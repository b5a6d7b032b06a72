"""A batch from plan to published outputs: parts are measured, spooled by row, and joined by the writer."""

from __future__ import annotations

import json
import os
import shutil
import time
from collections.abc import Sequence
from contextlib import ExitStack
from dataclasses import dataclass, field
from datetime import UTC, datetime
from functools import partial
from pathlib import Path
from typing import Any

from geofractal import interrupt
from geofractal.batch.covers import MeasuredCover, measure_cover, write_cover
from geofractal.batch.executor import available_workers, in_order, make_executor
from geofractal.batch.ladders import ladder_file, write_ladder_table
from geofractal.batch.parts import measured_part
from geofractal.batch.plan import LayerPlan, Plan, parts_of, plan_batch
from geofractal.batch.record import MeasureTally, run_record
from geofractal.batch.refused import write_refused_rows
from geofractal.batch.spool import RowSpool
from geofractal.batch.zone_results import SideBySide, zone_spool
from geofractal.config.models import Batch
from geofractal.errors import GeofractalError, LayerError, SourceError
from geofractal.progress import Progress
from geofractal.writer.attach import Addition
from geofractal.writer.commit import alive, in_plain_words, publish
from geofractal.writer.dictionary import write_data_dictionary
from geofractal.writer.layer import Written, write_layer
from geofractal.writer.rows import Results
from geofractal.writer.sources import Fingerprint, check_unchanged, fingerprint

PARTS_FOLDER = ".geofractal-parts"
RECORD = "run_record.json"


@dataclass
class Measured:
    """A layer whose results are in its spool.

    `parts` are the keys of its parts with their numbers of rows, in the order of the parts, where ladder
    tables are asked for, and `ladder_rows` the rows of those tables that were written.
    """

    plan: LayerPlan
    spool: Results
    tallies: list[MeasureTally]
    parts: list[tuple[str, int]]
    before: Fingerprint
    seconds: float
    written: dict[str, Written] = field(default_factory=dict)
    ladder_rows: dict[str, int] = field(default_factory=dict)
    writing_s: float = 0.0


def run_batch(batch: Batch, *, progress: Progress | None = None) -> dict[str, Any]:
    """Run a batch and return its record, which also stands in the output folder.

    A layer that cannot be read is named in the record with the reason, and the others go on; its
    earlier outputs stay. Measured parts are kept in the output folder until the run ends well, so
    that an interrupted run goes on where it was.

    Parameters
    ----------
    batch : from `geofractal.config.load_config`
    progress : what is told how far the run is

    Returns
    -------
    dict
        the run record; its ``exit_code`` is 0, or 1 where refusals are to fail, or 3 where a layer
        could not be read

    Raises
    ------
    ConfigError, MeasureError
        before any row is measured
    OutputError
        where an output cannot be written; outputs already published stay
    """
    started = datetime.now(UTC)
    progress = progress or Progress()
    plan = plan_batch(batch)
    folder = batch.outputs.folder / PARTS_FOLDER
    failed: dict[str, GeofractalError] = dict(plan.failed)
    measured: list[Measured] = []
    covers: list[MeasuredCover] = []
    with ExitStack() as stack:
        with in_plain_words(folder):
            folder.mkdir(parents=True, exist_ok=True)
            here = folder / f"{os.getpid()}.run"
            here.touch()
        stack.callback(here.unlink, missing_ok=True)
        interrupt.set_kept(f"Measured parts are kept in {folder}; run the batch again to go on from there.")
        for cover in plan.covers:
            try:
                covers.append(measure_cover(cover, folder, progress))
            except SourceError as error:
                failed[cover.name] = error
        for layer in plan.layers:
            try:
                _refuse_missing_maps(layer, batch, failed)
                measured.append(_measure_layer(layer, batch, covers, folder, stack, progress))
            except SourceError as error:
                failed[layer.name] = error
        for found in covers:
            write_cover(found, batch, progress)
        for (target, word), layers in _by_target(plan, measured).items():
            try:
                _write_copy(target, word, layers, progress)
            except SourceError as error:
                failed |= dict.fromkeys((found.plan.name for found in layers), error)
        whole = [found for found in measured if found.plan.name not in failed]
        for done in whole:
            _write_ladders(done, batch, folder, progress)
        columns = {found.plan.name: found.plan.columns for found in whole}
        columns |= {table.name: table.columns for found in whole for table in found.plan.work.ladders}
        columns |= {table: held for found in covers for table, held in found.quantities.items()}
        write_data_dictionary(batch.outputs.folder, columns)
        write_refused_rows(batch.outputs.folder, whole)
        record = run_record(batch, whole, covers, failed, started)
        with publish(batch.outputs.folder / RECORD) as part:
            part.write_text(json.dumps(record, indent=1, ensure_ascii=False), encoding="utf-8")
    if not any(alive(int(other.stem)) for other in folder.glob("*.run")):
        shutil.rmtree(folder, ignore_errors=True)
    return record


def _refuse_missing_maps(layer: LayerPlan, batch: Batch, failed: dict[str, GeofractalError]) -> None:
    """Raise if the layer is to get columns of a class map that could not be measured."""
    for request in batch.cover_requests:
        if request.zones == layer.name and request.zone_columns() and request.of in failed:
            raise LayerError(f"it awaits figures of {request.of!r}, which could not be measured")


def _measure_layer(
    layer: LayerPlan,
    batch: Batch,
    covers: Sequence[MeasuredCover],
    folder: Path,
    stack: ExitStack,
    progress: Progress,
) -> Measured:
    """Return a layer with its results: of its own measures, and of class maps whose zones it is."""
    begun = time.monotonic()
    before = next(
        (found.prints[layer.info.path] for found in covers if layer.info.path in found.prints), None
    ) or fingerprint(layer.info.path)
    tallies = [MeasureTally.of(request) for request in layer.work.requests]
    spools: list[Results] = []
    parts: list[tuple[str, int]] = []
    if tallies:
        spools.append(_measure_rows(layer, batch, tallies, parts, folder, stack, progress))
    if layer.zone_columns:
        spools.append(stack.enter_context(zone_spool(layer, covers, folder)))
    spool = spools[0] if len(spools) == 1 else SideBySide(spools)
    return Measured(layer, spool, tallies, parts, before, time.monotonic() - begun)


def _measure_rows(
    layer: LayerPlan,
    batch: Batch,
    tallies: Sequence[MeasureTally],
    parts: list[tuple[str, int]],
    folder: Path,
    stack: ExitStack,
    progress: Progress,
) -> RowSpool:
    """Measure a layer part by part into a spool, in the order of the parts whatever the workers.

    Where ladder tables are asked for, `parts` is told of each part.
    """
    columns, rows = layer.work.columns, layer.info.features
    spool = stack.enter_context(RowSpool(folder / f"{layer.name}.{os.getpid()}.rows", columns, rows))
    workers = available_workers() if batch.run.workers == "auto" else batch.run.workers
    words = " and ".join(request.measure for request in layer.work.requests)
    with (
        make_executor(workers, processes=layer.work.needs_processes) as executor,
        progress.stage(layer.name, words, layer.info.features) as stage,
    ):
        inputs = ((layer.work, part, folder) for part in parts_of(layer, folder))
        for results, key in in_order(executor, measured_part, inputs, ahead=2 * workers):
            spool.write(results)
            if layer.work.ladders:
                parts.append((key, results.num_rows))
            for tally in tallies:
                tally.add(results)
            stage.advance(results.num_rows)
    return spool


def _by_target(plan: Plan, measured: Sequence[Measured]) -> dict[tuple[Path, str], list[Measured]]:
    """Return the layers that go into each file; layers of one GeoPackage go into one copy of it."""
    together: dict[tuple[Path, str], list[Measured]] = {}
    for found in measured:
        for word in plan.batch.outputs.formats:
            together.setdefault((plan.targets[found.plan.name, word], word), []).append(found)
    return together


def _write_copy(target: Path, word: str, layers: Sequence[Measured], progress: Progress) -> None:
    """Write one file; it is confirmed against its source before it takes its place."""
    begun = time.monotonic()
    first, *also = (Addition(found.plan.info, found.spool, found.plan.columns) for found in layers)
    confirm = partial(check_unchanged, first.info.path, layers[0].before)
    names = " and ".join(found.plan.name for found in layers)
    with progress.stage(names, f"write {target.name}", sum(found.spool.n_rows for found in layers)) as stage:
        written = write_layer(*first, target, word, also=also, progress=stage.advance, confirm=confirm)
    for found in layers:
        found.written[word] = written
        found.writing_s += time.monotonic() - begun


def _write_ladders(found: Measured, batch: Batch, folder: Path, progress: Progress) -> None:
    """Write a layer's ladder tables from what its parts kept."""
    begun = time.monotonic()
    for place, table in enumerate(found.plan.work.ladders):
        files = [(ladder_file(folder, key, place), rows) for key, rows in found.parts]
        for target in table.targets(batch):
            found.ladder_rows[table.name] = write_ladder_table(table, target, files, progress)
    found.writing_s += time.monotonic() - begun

=-=-=-=-=

### WORK REQUEST
Using only the entries above, output the line with "import time", the line with "from geofractal.batch.executor import", and all lines between them, exactly as they stand.

### TASK SOLUTION
import time
from collections.abc import Sequence
from contextlib import ExitStack
from dataclasses import dataclass, field
from datetime import UTC, datetime
from functools import partial
from pathlib import Path
from typing import Any

from geofractal import interrupt
from geofractal.batch.covers import MeasuredCover, measure_cover, write_cover
from geofractal.batch.executor import available_workers, in_order, make_executor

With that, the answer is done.